■ **Task**: Some lines in the material below hold the word "equal". Copy all of them.

--------------------------------

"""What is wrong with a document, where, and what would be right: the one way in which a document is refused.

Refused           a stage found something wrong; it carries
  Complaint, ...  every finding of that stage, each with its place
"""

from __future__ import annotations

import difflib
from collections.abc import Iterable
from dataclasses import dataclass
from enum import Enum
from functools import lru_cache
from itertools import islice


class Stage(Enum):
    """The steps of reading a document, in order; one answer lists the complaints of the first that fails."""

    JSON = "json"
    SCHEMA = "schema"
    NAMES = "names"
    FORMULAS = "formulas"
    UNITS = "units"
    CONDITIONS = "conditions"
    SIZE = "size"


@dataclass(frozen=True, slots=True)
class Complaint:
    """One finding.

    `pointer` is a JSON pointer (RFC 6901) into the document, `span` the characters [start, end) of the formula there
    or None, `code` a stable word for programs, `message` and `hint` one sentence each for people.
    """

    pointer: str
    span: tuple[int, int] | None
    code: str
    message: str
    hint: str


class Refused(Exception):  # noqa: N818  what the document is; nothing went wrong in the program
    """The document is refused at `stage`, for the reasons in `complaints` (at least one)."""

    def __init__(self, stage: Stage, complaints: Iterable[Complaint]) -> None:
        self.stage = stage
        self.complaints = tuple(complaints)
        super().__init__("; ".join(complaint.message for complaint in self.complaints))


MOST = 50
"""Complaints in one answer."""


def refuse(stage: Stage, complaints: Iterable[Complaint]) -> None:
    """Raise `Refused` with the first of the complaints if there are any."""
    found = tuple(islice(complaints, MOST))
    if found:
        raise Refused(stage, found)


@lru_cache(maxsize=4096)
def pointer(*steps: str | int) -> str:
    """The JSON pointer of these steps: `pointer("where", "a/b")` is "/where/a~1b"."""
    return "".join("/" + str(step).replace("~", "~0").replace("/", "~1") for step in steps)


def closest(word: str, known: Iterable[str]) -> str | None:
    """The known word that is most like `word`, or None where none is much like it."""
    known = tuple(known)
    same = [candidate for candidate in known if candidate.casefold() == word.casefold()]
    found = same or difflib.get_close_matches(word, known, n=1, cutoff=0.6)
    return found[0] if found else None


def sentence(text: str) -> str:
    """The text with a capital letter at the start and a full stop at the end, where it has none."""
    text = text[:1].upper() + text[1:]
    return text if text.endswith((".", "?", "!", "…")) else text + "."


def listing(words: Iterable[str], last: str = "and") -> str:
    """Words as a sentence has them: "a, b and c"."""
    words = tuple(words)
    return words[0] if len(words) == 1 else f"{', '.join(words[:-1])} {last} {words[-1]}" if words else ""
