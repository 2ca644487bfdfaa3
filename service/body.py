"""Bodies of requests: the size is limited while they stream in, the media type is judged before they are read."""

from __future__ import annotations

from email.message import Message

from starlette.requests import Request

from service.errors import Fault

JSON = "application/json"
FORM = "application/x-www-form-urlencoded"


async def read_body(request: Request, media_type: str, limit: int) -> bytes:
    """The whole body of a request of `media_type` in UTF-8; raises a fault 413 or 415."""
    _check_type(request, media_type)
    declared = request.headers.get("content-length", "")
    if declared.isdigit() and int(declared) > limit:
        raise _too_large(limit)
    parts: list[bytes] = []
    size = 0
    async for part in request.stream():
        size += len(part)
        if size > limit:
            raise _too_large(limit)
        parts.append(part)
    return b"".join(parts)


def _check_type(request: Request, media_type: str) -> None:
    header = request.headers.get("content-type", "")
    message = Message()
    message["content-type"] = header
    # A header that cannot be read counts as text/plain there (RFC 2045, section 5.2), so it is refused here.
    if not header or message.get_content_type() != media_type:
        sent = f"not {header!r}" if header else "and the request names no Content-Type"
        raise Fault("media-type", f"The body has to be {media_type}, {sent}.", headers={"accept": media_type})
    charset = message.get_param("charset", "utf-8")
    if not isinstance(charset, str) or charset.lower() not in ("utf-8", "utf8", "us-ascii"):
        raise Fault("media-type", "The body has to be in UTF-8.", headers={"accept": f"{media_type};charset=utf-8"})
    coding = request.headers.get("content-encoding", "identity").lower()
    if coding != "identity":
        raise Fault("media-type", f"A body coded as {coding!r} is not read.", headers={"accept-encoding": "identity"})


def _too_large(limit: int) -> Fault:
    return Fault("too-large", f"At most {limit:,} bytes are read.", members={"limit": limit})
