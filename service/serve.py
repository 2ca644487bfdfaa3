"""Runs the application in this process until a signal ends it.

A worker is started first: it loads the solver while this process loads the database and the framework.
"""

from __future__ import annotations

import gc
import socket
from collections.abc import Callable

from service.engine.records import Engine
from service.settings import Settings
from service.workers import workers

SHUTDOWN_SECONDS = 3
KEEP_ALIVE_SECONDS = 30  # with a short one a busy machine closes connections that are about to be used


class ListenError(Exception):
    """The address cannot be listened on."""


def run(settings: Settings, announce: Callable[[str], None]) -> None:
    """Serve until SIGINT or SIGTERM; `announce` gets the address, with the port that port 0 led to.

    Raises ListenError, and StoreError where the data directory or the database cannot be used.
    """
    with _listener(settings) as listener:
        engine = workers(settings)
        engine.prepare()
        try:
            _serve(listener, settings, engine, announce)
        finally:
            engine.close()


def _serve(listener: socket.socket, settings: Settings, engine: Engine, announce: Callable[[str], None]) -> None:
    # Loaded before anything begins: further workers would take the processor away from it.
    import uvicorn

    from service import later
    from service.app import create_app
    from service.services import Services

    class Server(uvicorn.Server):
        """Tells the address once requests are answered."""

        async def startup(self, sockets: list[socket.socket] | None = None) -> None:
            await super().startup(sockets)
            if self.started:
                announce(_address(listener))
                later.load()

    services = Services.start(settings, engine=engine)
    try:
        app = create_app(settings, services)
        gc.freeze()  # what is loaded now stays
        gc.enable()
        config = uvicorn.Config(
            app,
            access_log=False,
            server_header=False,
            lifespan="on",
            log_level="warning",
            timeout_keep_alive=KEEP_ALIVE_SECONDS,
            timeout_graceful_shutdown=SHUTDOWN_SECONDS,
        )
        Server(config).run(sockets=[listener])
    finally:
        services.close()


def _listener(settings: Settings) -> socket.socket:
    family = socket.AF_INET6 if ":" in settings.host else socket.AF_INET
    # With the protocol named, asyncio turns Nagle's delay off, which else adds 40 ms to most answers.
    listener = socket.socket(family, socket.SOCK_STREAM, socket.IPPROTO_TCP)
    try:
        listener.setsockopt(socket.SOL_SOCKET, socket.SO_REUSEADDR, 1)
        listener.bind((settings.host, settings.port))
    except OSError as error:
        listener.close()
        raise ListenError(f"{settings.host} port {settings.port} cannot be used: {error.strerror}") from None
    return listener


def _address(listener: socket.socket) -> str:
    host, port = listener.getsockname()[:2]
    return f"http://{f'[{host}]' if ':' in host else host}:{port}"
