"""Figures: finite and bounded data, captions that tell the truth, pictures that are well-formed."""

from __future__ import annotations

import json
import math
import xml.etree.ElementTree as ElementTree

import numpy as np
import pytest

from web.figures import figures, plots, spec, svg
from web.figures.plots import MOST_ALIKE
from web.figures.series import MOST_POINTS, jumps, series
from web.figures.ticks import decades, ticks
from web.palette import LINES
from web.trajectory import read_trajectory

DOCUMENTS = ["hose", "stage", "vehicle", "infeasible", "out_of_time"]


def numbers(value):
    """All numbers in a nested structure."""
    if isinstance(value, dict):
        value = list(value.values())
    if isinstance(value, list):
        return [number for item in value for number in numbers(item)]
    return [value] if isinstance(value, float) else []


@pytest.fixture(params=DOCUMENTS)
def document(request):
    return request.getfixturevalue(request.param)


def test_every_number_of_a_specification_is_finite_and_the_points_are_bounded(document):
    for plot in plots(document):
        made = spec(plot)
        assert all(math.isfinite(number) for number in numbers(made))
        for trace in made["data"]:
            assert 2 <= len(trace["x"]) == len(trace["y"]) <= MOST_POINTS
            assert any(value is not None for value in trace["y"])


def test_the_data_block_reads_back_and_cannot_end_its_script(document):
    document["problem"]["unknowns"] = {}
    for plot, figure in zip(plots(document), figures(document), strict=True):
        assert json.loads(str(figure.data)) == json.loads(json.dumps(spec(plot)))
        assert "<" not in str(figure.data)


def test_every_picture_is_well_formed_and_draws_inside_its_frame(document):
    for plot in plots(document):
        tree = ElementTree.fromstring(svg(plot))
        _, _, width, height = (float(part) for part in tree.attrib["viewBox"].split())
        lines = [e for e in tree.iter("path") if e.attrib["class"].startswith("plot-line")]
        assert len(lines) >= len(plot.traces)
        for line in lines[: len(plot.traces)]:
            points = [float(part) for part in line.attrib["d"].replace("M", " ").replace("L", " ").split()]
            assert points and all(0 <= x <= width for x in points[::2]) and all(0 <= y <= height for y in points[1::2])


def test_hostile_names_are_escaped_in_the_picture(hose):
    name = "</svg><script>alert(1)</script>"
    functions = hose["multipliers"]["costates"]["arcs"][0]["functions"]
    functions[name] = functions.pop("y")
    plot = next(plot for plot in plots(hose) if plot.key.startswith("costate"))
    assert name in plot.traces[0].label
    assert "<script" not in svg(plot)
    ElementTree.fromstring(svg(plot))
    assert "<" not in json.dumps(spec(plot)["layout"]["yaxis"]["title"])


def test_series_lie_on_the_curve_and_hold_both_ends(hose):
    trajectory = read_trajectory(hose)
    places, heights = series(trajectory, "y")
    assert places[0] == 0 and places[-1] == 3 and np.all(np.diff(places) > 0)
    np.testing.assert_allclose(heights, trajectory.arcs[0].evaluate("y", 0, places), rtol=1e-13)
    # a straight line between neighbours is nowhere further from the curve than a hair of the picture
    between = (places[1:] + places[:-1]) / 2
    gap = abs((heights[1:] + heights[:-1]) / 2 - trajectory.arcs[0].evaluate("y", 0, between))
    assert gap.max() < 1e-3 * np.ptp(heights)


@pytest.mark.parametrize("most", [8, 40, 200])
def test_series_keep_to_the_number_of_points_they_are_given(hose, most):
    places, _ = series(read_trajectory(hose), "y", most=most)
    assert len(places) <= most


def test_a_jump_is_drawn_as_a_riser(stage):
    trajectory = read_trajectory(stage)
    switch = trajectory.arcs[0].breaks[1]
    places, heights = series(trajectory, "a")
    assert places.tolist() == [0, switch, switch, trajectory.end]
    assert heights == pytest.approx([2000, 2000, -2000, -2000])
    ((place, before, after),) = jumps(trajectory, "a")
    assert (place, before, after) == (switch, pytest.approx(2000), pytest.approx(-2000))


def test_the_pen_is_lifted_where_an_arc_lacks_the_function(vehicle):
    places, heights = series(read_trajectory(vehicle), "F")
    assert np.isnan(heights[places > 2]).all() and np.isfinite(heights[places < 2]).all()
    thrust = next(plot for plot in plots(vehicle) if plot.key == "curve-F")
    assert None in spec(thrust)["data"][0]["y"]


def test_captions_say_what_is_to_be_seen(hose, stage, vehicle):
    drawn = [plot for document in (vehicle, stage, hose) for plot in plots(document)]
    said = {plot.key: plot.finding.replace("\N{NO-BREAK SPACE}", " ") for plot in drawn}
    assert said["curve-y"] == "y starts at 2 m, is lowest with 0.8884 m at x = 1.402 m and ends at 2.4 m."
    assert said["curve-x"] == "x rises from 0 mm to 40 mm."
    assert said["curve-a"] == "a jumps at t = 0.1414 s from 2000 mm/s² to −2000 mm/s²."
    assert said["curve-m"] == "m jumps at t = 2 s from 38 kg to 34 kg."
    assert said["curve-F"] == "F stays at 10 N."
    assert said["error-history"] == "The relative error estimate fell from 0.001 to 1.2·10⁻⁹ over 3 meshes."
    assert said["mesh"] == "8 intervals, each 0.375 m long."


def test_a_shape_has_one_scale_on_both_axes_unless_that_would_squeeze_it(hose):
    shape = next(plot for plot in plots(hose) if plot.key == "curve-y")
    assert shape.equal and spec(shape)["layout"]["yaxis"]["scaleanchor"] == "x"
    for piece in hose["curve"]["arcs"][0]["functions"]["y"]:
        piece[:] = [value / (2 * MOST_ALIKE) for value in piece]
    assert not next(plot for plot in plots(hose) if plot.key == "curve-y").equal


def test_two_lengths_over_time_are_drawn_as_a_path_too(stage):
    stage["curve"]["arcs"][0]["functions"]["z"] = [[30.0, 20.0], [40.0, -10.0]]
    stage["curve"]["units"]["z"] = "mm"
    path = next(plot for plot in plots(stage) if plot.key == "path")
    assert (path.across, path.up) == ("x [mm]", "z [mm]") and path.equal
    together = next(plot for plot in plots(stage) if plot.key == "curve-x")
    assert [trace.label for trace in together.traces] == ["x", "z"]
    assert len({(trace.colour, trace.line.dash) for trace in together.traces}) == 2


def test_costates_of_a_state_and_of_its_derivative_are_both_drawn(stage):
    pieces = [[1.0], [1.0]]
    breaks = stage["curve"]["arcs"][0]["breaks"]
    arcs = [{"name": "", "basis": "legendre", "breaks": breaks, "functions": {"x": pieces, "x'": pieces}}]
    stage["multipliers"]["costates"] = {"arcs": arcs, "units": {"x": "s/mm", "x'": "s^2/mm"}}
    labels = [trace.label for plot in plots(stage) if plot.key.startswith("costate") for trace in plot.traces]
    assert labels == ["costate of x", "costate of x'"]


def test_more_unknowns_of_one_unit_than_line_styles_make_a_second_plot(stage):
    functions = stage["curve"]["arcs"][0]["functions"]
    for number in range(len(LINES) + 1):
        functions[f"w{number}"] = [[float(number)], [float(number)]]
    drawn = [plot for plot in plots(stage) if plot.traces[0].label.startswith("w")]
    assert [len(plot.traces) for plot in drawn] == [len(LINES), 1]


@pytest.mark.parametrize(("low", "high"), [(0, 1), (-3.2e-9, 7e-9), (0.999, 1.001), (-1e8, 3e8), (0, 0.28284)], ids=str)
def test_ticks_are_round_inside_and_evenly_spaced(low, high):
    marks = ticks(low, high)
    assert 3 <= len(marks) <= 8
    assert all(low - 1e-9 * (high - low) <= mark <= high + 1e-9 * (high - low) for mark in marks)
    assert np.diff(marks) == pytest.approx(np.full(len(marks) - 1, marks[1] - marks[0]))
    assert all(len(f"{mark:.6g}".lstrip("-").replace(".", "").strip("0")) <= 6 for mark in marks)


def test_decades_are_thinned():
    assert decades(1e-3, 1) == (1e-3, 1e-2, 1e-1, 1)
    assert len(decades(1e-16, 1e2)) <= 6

--------------------------------

■ **Response for this exercise**:
    assert shape.equal and spec(shape)["layout"]["yaxis"]["scaleanchor"] == "x"
    assert not next(plot for plot in plots(hose) if plot.key == "curve-y").equal
    assert (path.across, path.up) == ("x [mm]", "z [mm]") and path.equal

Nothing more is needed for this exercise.